→ WHAT YOU NEED TO DO
Check every line of the data for the word "ClientTeamMember", and copy those that have it.

→ THE DATA
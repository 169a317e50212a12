import { DatePipe } from '@angular/common';
import { ChangeDetectionStrategy, Component, computed, inject } from '@angular/core';
import { MatButtonModule } from '@angular/material/button';
import { MatDialog } from '@angular/material/dialog';
import { MatIconModule } from '@angular/material/icon';
import { MatPaginatorModule } from '@angular/material/paginator';
import { MatProgressBarModule } from '@angular/material/progress-bar';
import { MatSortModule } from '@angular/material/sort';
import { MatTableModule } from '@angular/material/table';
import type { ClientRole, ClientTeamMember } from '@ohmprint/contracts';
import { EmptyState, ListStatus, Notifier, OpenInvitations, PendingInvitations, ROLE_LABELS, SearchField, ServerList, Session, confirmAction } from '@ohmprint/ui';
import { filter, switchMap } from 'rxjs';
import { InviteMemberDialog } from './invite-member-dialog';
import { TeamData } from './team-data';

@Component({
  selector: 'ohm-team-page',
  changeDetection: ChangeDetectionStrategy.OnPush,
  imports: [DatePipe, MatTableModule, MatSortModule, MatPaginatorModule, MatProgressBarModule, MatButtonModule, MatIconModule, SearchField, EmptyState, ListStatus, PendingInvitations],
  templateUrl: './team-page.html',
})
export class TeamPage {
  private readonly data = inject(TeamData);
  private readonly dialog = inject(MatDialog);
  private readonly notifier = inject(Notifier);
  private readonly session = inject(Session);

  protected readonly isAdmin = computed(() => this.session.hasAnyRole(['client-admin']));
  protected readonly organisation = computed(() => this.session.user()?.clientOrganisation?.name ?? 'your organisation');
  protected readonly columns = computed(() => ['displayName', 'email', 'role', 'createdAt', ...(this.isAdmin() ? ['actions'] : [])]);
  protected readonly list = new ServerList<ClientTeamMember>({
    sorts: ['displayName', 'email', 'createdAt'],
    sort: 'displayName',
    dir: 'asc',
    fetch: (query) => this.data.list(query),
  });
  protected readonly invitations = new OpenInvitations(() => this.data.pendingInvitations());

  constructor() {
    if (this.isAdmin()) this.invitations.reload();
  }

  protected roleLabel(role: ClientRole): string {
    return ROLE_LABELS[role];
  }

  protected isMe(member: ClientTeamMember): boolean {
    return member.id === this.session.user()?.id;
  }

  protected openInvite(): void {
    this.invitations.invite(InviteMemberDialog).subscribe(() => this.list.reload());
  }

  protected remove(member: ClientTeamMember): void {
    confirmAction(this.dialog, {
      title: `Remove ${member.displayName} from the team?`,
      message: `${member.email} will be signed out and can no longer see ${this.organisation()}'s orders or reports. Reports already issued are not affected.`,
      confirmLabel: 'Remove',
      destructive: true,
    })
      .pipe(
        filter(Boolean),
        switchMap(() => this.data.remove(member.id)),
      )
      .subscribe(() => {
        this.notifier.success(`${member.displayName} was removed from the team.`);
        this.list.reload();
      });
  }
}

→ ANSWER FOR THE TASK
import type { ClientRole, ClientTeamMember } from '@ohmprint/contracts';
  protected readonly list = new ServerList<ClientTeamMember>({
  protected isMe(member: ClientTeamMember): boolean {
  protected remove(member: ClientTeamMember): void {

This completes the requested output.